Таков был Чарльз во всем, сердито подумала она – всегда готов читать ей нотации, не имея ни малейшего представления о том, что происходит на самом деле!

Почти против собственной воли всякий раз глядя на свою дочь, Фелисия не могла избавиться от мысли, что судьба сыграла с ней злую шутку. Она уверяла себя, что любила бы Порцию гораздо больше, если бы девочка была грациозной, хорошенькой, обаятельной, располагающей к себе, но Порция упрямо отказывалась быть любезной с матерью и принимать ее любовь.
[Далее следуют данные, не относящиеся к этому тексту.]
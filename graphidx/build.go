package graphidx

import (
	"bufio"
	"context"
	"encoding/binary"
	"errors"
	"fmt"
	"io"
	"math"
	"os"
	"path/filepath"
	"runtime"
	"slices"
	"strconv"
	"strings"
	"sync"
	"sync/atomic"
	"time"

	"github.com/hopwise/hopwise/graphidx/internal/fileio"
)

// Build errors.
var (
	// ErrTooManyValues: an entity takes more than MaxValues distinct values.
	// The error names the entity and the context where the excess appeared.
	ErrTooManyValues = errors.New("graphidx: entity has more than 64 distinct values")
	// ErrTooManyEntities: the corpus names more than 2^26 distinct entities.
	ErrTooManyEntities = errors.New("graphidx: more than 67108864 distinct entities")
	// ErrCountOverflow: a pair table cell counts more than MaxUint32 contexts.
	ErrCountOverflow = errors.New("graphidx: pair count overflows uint32")
	// ErrDuplicateEntity: a context from a foreign ContextReader observes one
	// entity twice (the readers of graphidx/corpus reject such lines first).
	ErrDuplicateEntity = errors.New("graphidx: entity observed twice in one context")
	// ErrEmptyName: a context from a foreign ContextReader has an empty
	// entity name or value.
	ErrEmptyName = errors.New("graphidx: empty entity name or value")
	// ErrWideContext: under WithPolicy(Strict), a context from a reader
	// that does not apply WithMaxContextEntities itself has more entities
	// than the limit. (The readers of graphidx/corpus report a
	// too-many-entities LineError naming file and line instead.)
	ErrWideContext = errors.New("graphidx: context has more entities than the limit")
	// ErrNoContexts: Build read no valid context (an empty corpus, or one
	// whose every line was skipped); the output file is left untouched, so
	// a good index is never replaced by an empty one.
	ErrNoContexts = errors.New("graphidx: no valid context in the corpus")
	// ErrTooFewValid: Build's reader accepted fewer records than
	// WithMinValidShare requires; the output file is left untouched.
	ErrTooFewValid = errors.New("graphidx: too few valid records in the corpus")
)
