package router

import (
	"context"
	"fmt"
	"io"
	"runtime"
	"sync"
	"sync/atomic"
	"unsafe"

	"github.com/hopwise/hopwise/graphidx"
	"github.com/hopwise/hopwise/scorer"
)

// Router answers Decide calls against the current index. It owns the graphs
// it is given: a graph replaced by Swap, or current at Close, is retired —
// its Close method (when it implements io.Closer) runs exactly once, after
// the last in-flight decision that uses it has finished.
type Router struct {
	cur    atomic.Pointer[handle]
	cfg    atomic.Pointer[settings]
	cache  *decisionCache // nil when disabled
	seq    atomic.Uint64
	mu     sync.Mutex // serialises Swap, Reconfigure and Close (writers only)
	closed atomic.Bool
	pool   sync.Pool
	retire func(old Graph, closeErr error)
}

// handle is one index generation held by the router, reference counted.
// refs counts the router's own reference plus in-flight decisions; when it
// reaches zero it can never be acquired again.
type handle struct {
	g    Graph
	pb   PairBatcher           // g's batch look-up, or nil
	hp   HintedPairBatcher     // g's hinted batch look-up, or nil
	rb   RankedPairBatcher     // g's ranked batch look-up, or nil
	rpf  RankedPrefetcher      // g's ranked-list prefetch, or nil
	rtp  RankedTablePrefetcher // g's table-reference prefetch, or nil
	epf  EntityPrefetcher      // g's entity-record prefetch, or nil
	big  bool                  // g has at least touchMinEntities entities (its records are not all in cache)
	l2   TwoLookuper           // g's two-name look-up, or nil
	na   NameAppender          // g's name append, or nil
	rp   int                   // g's RankPrefix, or 0
	seq  uint64
	gen  uint64
	refs atomic.Int64
	once sync.Once
	r    *Router

	// presence: g is presence-only (scorer.PresenceOnly); see modelFor.
	presence bool
}
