// routeOptions are the flags of `hopwise route`.
type routeOptions struct {
	index, config    string
	from, value, to  string
	key              string
	queries          string
	text, lexicon    string
	chainTemplate    string
	directTemplate   string
	tp               *textPlanner // set by runRoute from --lexicon
	json             bool
	workers          int
	timeout          time.Duration
	gainThreshold    float64
	maxBridges, beam int
	maxCandidates    int
	alpha, beta      float64
	fallback         string
	budget           int
	utilityLambda    float64
	hopCost          float64
	cacheSize        int
	maxLineBytes     int
}

func newRouteCmd() *cobra.Command {
	var o routeOptions
	cmd := &cobra.Command{
		Use:   "route --index PATH (--from E [--value V] --to T | --text PROMPT --lexicon FILE | --queries FILE.jsonl) [flags]",
		Short: "Decide direct or chained answers for one query, a prompt text or a JSONL batch",
		Long: `route opens a locality index and decides, per query, whether the target
entity should be answered directly from the observed entity's statistics or
through a chain of bridge entities, by the estimated error reduction (gain).

Single query: --from E --value V --to T prints a readable explanation, or with
--json the same JSON object batch mode prints. On a presence-only index
(every entity's only value is "present") --value may be left out.

Prompt text: --text PROMPT --lexicon FILE links the text against the lexicon
(lines "surface form<TAB>entity id", or with a third column the value the
form states), forms queries (evidence = mentions with a value, targets =
mentions without; least-supported pair first; see docs/PLANS.md), decides
each, and prints the mentions, the decisions and the rendered reasoning plan.

Batch: --queries FILE.jsonl (or - for stdin) reads one query per line,
  {"id":"q1","from":"E","value":"V","to":"T"}        ("key" optional: A/B unit)
  {"id":"q2","text":"a prompt"}                      (needs --lexicon)
and writes one JSON line per input line, in input order. A query line gives
the decision view (router.View):
  {"id":"q1","from":"E","value":"V","to":"T","mode":"direct"|"chain",
   "reason":"<code>","explanation":"...","bridges":[...],
   "estimate":{"<value>":p,...},"error_measure":"sq-error-sum",
   "sq_error_sum":x,"gain":g,"score":s,"truncated":false,
   "direct":{"estimate":{...},"sq_error_sum":x,"support":n},
   "chain":{"bridges":[...],"estimate":{...},"sq_error_sum":y,
            "weakest_link_support":n}|null,
   "generation":"<hex>"}
with "cut":["beam"|"candidates"|"budget"|"deadline",...] added when truncated.
sq_error_sum is the expected squared error summed over the target's values.
On a presence-only index there is no distribution: "estimate" is absent and
the figures are "error_proxy" (error_measure "support-proxy"), the support
model's v0/(support+n0) summed over links plus β per bridge, which ranks
answers by co-occurrence evidence and is not an error of any probability.
Estimates cover every value of the target, in the index's value order; a
decision from a configured --fallback has neither estimate nor error figure.
A text line gives {"id","text","presence_only","mentions":[...],
"decisions":[{<view>,"plan":{...},"prompt":"..."}],"dropped":n}. A bad line
gives {"id":...,"error":"line N: ..."} and the batch goes on. Decisions run on
--workers goroutines; output order is always input order.
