@dataclass
class DatasetEntry:
    """One image of the dataset index."""

    relpath: str
    decision: dict | None
    summary: dict | None = None
    flags: list[str] = field(default_factory=list)
    report_href: str | None = None
    coil_page_href: str | None = None
    problem: str | None = None

    @property
    def group(self) -> str:
        d = self.decision or {}
        return f"{d.get('rule') or '?'}" + (f" @ {d['site']}" if d.get("site") else "")


def render_dataset_page(entries: Sequence[DatasetEntry], *, title: str = "dataset") -> str:
    """The dataset index: decisions, maximum displacement by scanner, outlier flags."""
    rows = []
    for i, e in enumerate(entries):
        d = e.decision or {}
        shown = escape(e.relpath.rsplit("/", 1)[-1])
        name = (
            f'<a href="{escape(e.report_href)}" title="{escape(e.relpath)}">{shown}</a>'
            if e.report_href
            else f'<span title="{escape(e.relpath)}">{shown}</span>'
        )
        flags = (
            "".join(f'<span class="flag">{escape(f)}</span>' for f in e.flags) or '<span class="ok">-</span>'
        )
        dmax = None if e.summary is None else e.summary.get("displacement_max_mm")
        rows.append(
            [
                Cell(name, raw_html=True, key=f"image.{i}", value=e.relpath),
                Cell(str(d.get("site") or "-")),
                Cell(str(d.get("rule", "-"))),
                Cell(
                    str(d.get("action", "error" if e.problem else "-")),
                    key=f"action.{i}",
                    value=d.get("action"),
                ),
                number(dmax, key=f"displacement_max_mm.{i}"),
                Cell("-" if e.summary is None else str(e.summary.get("isocenter_offset_from"))),
                Cell(str(e.problem or d.get("reason", ""))),
                Cell(flags, raw_html=True, key=f"flags.{i}", value=list(e.flags)),
            ]
        )
    flagged = [e for e in entries if e.flags]
    points = [
        {
            "group": e.group,
            "value": None if e.summary is None else e.summary.get("displacement_max_mm"),
            "decision": (e.decision or {}).get("action", "?"),
            "flagged": bool(e.flags),
        }
        for e in entries
    ]
    coils = sorted(
        {
            (e.summary["coil_model"]["label"], e.coil_page_href)
            for e in entries
            if e.summary is not None and e.coil_page_href
        }
    )
    coil_list = "".join(f'<li><a href="{escape(h)}">{escape(lbl)}</a></li>' for lbl, h in coils)
    done = sum(e.summary is not None for e in entries)
    body = [
        f"<p class='sub'>{len(entries)} image(s), {done} with a warp; {len(flagged)} flagged.</p>",
        "<h2>Maximum displacement by scanner</h2>",
        figure(
            figs.dataset_figure(points),
            "Maximum displacement magnitude inside each image's field of "
            "view; circle: full correction, triangle: through-plane residual, square: skipped "
            "(warp emitted); red ring: flagged.",
            fig_id="fig-dataset",
            alt="displacement by scanner",
        ),
        "<h2>Decisions</h2>",
        table(
            [
                "image",
                "site",
                "scanner rule",
                "decision",
                "max |d| (mm)",
                "isocenter from",
                "reason",
                "flags",
            ],
            rows,
            table_id="decisions",
        ),
        "<h2>Flags</h2>",
        "<p class='sub'>far off isocenter: field-of-view centre farther than the threshold from the "
        "isocenter used; no table position: the isocenter offset was assumed; decided by default: the "
        "scanner's correction state or the patient position came from the site policy, not the "
        "sidecar.</p>",
        "<ul>"
        + (
            "".join(f"<li>{escape(e.relpath)}: {escape(', '.join(e.flags))}</li>" for e in flagged)
            or "<li>none</li>"
        )
        + "</ul>",
    ]
    if coil_list:
        body += ["<h2>Coil models</h2>", f"<ul>{coil_list}</ul>"]
    return page(f"Gradient-nonlinearity report: {title}", "\n".join(body))
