def test_resample_once_factory_connections():
    wf = init_resample_once_wf(order=1, write_composite="x5")
    assert {("inputnode", "chain"), ("chain", "resample"), ("inputnode", "resample"),
            ("resample", "outputnode"), ("chain", "compose")} <= _edges(wf)
    assert ("compose", "resample") not in _edges(wf)  # one pass: no stored field in between
    assert wf.get_node("compose").inputs.write_composite == "x5"
    assert not wf.get_node("compose").inputs.write_field
    assert wf.get_node("resample").inputs.order == 1
    assert "jacobian_map" in _connected(wf, "inputnode", "resample")
    bare = init_resample_once_wf(write_composite="none")
    assert bare.get_node("compose") is None
    fields = init_resample_once_wf(write_field=True)
    assert "jacobian_map" in _connected(fields, "inputnode", "compose")
    series = init_series_resample_once_wf()
    assert ("inputnode", "resample") in _edges(series) and series.get_node("compose") is None
    assert {"volume_transforms", "transforms", "jacobian_map"} <= _connected(series, "inputnode",
                                                                             "resample")
    assert {("chains", "compose")} <= _edges(init_series_resample_once_wf(write_fields=True))


def _connected(wf, source: str, target: str) -> set[str]:
    """Input names of ``target`` fed by ``source``."""
    for u, v, data in wf._graph.edges(data=True):
        if u.name == source and v.name == target:
            return {dst for _, dst in data["connect"]}
    return set()


def test_pipeline_factories_build():
    morph = _script("morphometry").init_morphometry_wf(registration="SyN")
    assert {("correction_field", "corrected"), ("corrected", "register"),
            ("register", "resample_once_wf"), ("correction_field", "resample_once_wf")} <= _edges(morph)
    assert morph.get_node("register").inputs.transform_type == "SyN"
    assert "inputnode.jacobian_map" in _connected(morph, "correction_field", "resample_once_wf")
    no_jac = _script("morphometry").init_morphometry_wf(jacobian=False)
    assert "inputnode.jacobian_map" not in _connected(no_jac, "correction_field", "resample_once_wf")
    func = _script("functional").init_functional_wf()
    assert {("corrected", "motion"), ("motion", "series_resample_once_wf")} <= _edges(func)
    assert "inputnode.jacobian_map" in _connected(func, "correction_field", "series_resample_once_wf")


def test_composable_field_default_margin_is_the_library_one():
    assert MakeComposableField().inputs.margin_mm == FIELD_MARGIN_MM


def test_composable_field_at_another_spacing(small_chain, tmp_path, monkeypatch):
    """MakeComposableField(field_spacing_mm=...) writes the field at that voxel size (nibabel
    reads it back) with the Jacobian map on the raw grid."""
    from nl_unwarp.demo import demo_coil_path

    monkeypatch.chdir(tmp_path)
    reference = small_chain[0] / "ref.nii.gz"
    result = MakeComposableField(reference=str(reference), coil_model=str(demo_coil_path()),
                                 isocenter_offset_mm=[0.0, 0.0, 20.0], field_spacing_mm=5.0).run()
    np.testing.assert_allclose(nib.load(result.outputs.out_field).header.get_zooms()[:3], 5.0, rtol=1e-6)
    assert nib.load(result.outputs.out_jacobian).shape[:3] == nib.load(reference).shape[:3]


@pytest.fixture
def small_chain(tmp_path):
    """A reference image, an affine and a field (files), and the chain they make."""
    ref_aff = np.diag([3.0, 3.0, 3.0, 1.0])
    ref_aff[:3, 3] = -15.0
    field_aff = np.diag([2.5, 2.5, 2.5, 1.0])
    field_aff[:3, 3] = -25.0
    rng = np.random.default_rng(11)
    disp = rng.normal(0.0, 1.0, (21, 21, 21, 3)).astype(np.float32)
    matrix = np.eye(4)
    matrix[:3, 3] = [1.0, -2.0, 0.5]
    with OutputSet() as out:
        write_image(out, tmp_path / "ref.nii.gz", np.zeros((11, 11, 11), np.float32), ref_aff)
        write_itk_affine(out, tmp_path / "a.mat", matrix)
        write_itk_field(out, tmp_path / "g.nii.gz", disp, field_aff)
    # A Jacobian-like map on its own grid (the raw grid of a correction), and a raw image.
    jac_aff = np.diag([2.0, 2.0, 2.0, 1.0])
    jac_aff[:3, 3] = -20.0
    raw_aff = np.diag([2.5, 2.5, 2.5, 1.0])
    raw_aff[:3, 3] = -24.0
    ijk = np.stack(np.meshgrid(*[np.arange(20.0)] * 3, indexing="ij"), -1)
    raw = 100.0 + 20.0 * np.sin(ijk[..., 0] / 3.0) * np.cos(ijk[..., 1] / 4.0) + ijk[..., 2]
    with OutputSet() as out:
        write_image(out, tmp_path / "jac.nii.gz", rng.uniform(0.8, 1.2, (21, 21, 21)).astype(np.float32),
                    jac_aff)
        write_image(out, tmp_path / "raw.nii.gz", np.stack([raw, 2 * raw], -1).astype(np.float32), raw_aff)
    files = [tmp_path / "a.mat", tmp_path / "g.nii.gz"]
    chain = [s for f in files for s in load_chain(f)]
    return tmp_path, files, chain, ref_aff


def _jacobian_chain(root, chain):
    """The chain with the map of the fixture just before its last step (the field)."""
    jac = nib.load(root / "jac.nii.gz")
    return chain[:-1] + [FactorStep(np.asarray(jac.dataobj, np.float32), jac.affine)] + chain[-1:]


def _raw(root):
    img = nib.load(root / "raw.nii.gz")
    return np.asarray(img.dataobj, np.float32), img.affine


def test_compose_interface_matches_library(small_chain, tmp_path):
    root, files, chain, ref_aff = small_chain
    node = ComposeTransforms(transforms=[str(f) for f in files], reference=str(root / "ref.nii.gz"),
                             write_composite="h5")
    result = node.run(cwd=str(tmp_path))
    disp, aff = read_itk_field(result.outputs.out_field)
    expected = compose_chain(chain, (11, 11, 11), ref_aff, on_outside="ignore").disp_ras_mm
    np.testing.assert_allclose(disp, expected, atol=1e-6)
    np.testing.assert_allclose(aff, ref_aff, atol=1e-5)
    assert sitk.ReadTransform(result.outputs.out_composite).GetName() == "CompositeTransform"
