def test_severinghaus_curve() -> None:
    """Severinghaus 1979: saturation 50% at the P50 and about 97-98% at 100 mmHg."""
    assert saturation(26.8) == pytest.approx(0.5, abs=0.01)
    assert saturation(100) == pytest.approx(0.975, abs=0.01)
    assert saturation(30, p50_mmhg=30) == pytest.approx(0.5, abs=0.01)


_body = {"weight": st.floats(45, 200), "height": st.floats(145, 190)}


@settings(max_examples=60, deadline=None)
@given(**_body, feo2=st.floats(0.5, 0.95), drop=st.floats(0.02, 0.3))
def test_lower_end_tidal_o2_never_lengthens(weight, height, feo2, drop) -> None:
    a = simulate(physiology(weight, height, feo2=feo2)).seconds_to_90
    b = simulate(physiology(weight, height, feo2=max(0.3, feo2 - drop))).seconds_to_90
    assert b is not None and (a is None or b <= a)


@settings(max_examples=60, deadline=None)
@given(**_body, extra=st.floats(1, 60))
def test_higher_bmi_never_lengthens(weight, height, extra) -> None:
    a = simulate(physiology(weight, height)).seconds_to_90
    b = simulate(physiology(weight + extra, height)).seconds_to_90
    assert b is not None and (a is None or b <= a)


@settings(max_examples=60, deadline=None)
@given(**_body, hb=st.floats(70, 150), drop=st.floats(5, 40))
def test_labour_and_lower_haemoglobin_never_lengthen(weight, height, hb, drop) -> None:
    base = simulate(physiology(weight, height, haemoglobin_g_per_l=hb)).seconds_to_90
    labour = simulate(physiology(weight, height, in_labour=True, haemoglobin_g_per_l=hb))
    anaemic = simulate(physiology(weight, height, haemoglobin_g_per_l=max(40, hb - drop)))
    for t in (labour.seconds_to_90, anaemic.seconds_to_90):
        assert t is not None and (base is None or t <= base)


@settings(max_examples=60, deadline=None)
@given(**_body, fo2=st.sampled_from([0.5, 1.0]))
def test_apnoeic_oxygenation_never_shortens_and_times_finite(weight, height, fo2) -> None:
    base = simulate(physiology(weight, height)).seconds_to_90
    nasal = simulate(physiology(weight, height, pharyngeal_fo2=fo2)).seconds_to_90
    assert base is not None and math.isfinite(base) and base > 0
    assert nasal is None or nasal >= base


def test_plan_carries_oxygenation_and_uses_it() -> None:
    p = build_plan(make(patient={"weight_kg": 140, "height_cm": 160, "in_labour": True}))
    o = p.oxygenation
    assert o.minutes_to_spo2_90 is not None and o.minutes_to_spo2_90 < 3 and o.short
    assert [s.id for s in o.scenarios] == [
        "as_assessed",
        "poor_preoxygenation",
        "nasal_low_flow",
        "nasal_high_flow",
    ]
    assert o.curve[0][0] == 0 and o.curve[0][1] > 95
    pre = next(s for s in p.steps if s.id == "preoxygenate")
    assert any("high-flow nasal oxygen" in a for a in pre.actions)
    fona = next(i for i in p.equipment.items if i.name == "Front-of-neck kit")
    assert fona.open_now
    assert any("not a guarantee" in c for c in p.cautions)


def test_oxygen_for_missing_height_states_assumption() -> None:
    o = oxygenation_for(make(patient={"height_cm": None}))
    assert any("height not given" in a for a in o.assumptions)


def test_expected_end_tidal_o2_from_the_assessment_shortens_the_estimate() -> None:
    good = build_plan(make(), checklists=()).oxygenation
    poor = build_plan(make(context={"end_tidal_o2": 0.75}), checklists=()).oxygenation
    assert good.scenarios[0].end_tidal_o2 == 0.9 and poor.scenarios[0].end_tidal_o2 == 0.75
    assert poor.minutes_to_spo2_90 is not None and good.minutes_to_spo2_90 is not None
    assert poor.minutes_to_spo2_90 < good.minutes_to_spo2_90


def test_preoxygenation_step_states_the_technique() -> None:
    """Common practice and published guidance (Tanoubi 2009; OAA/DAS 2015): 3 min of tidal
    breathing at FiO2 1.0 or 8 vital-capacity breaths in 60 s, to end-tidal O2 0.9 or more."""
    step = next(s for s in build_plan(make(), checklists=()).steps if s.id == "preoxygenate")
    text = " ".join(step.actions)
    assert "3 min of tidal breathing" in text and "8 vital-capacity breaths in 60 s" in text
    assert "at least 0.9" in text
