function readMeta(sections: Sections): StudyMeta {
  const get = (k: string) => sections.get(k)?.value;
  const studyFile = sections.get('format')?.file ?? sections.get('title')?.file;
  const at = (k: string): Pos => sections.get(k)?.file.at([k]) ?? { file: studyFile?.file ?? 'study.yaml', line: 1, col: 1 };
  if (get('format') !== 'faultbook/1') throw new StudyError("the study does not declare 'format: faultbook/1'", at('format'), "'format: faultbook/1' in study.yaml");
  const asOfRaw = get('as_of');
  if (asOfRaw === undefined) throw new StudyError("the study has no 'as_of' date (the snapshot date every age is taken at)", at('format'), "'as_of: 2026-06-30' in study.yaml");
  const asOf = parseDate(String(asOfRaw));
  if (!asOf.ok) throw new StudyError(`as_of: ${asOf.message}`, at('as_of'), asOf.expected);
  const issued = get('issued');
  if (issued !== undefined) {
    const d = parseDate(String(issued));
    if (!d.ok) throw new StudyError(`issued: ${d.message}`, at('issued'), d.expected);
  }
  const list = (k: string) => (Array.isArray(get(k)) ? (get(k) as unknown[]).map(String) : []);
  const meta: StudyMeta = {
    format: 'faultbook/1',
    title: String(get('title') ?? 'Untitled study'),
    facility: String(get('facility') ?? ''),
    revision: String(get('revision') ?? ''),
    status: get('status') === 'issued' ? 'issued' : 'draft',
    prepared_by: list('prepared_by'),
    reviewed_by: list('reviewed_by'),
    as_of: String(asOfRaw),
  };
  if (issued !== undefined) meta.issued = String(issued);
  if (typeof get('scope') === 'string') meta.scope = get('scope') as string;
  if (typeof get('description') === 'string') meta.description = get('description') as string;
  const report = readReportBlock(sections);
  if (report) meta.report = report;
  return meta;
}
Насупившись, она нетерпеливо вертелась во время примерки платья, ее маленькое личико с тяжелым подбородком выражало раздражение.

Когда она сама была маленькой девочкой, вспоминала Фелисия, она любила наряжаться или смотреть, как наряжается ее мать, еще до того, как они уехали в Африку. Она готова была отдать что угодно, только бы ей позволили нести цветы или шлейф невесты во время свадебной церемонии. Ее любимым временем был тот момент, когда ее мать собиралась на званый обед или в театр. Фелисия страстно мечтала стать когда-нибудь такой же красивой, каждую ночь молилась, чтобы Господь сделал ее стройной, изящной, бесконечно желанной, чтобы красивый мужчина – такой же красивый, как ее отец – с нетерпением ждал ее внизу, шагая взад-вперед по ковру, поглядывая на свои золотые наручные часы, чтобы потом радостно улыбнуться, когда она наконец начнет спускаться по лестнице в облаке легкого аромата духов…

Она закрыла глаза и мысленно унеслась в прошлое. Знаменитый «Скандал» Скьяпарелли в необычном, украшенном цветами и кружевом флаконе – как она любила этот запах! Ее мать всегда пользовалась этими духами. Она наклонялась, чтобы капнуть капельку духов за ушко дочери; их аромат смешивался с запахом цветов, которые всегда стояли на ее туалетном столике и ароматических смесей, которые регулярно присылала ей в Найроби лондонская фирма «Крабтри-энд-Эвелин». Посылки для ее матери приходили довольно часто, отправленные и оплаченные ее деверем, Гарри Лайлом, который и на расстоянии десяти тысяч миль заботился о ее удобствах.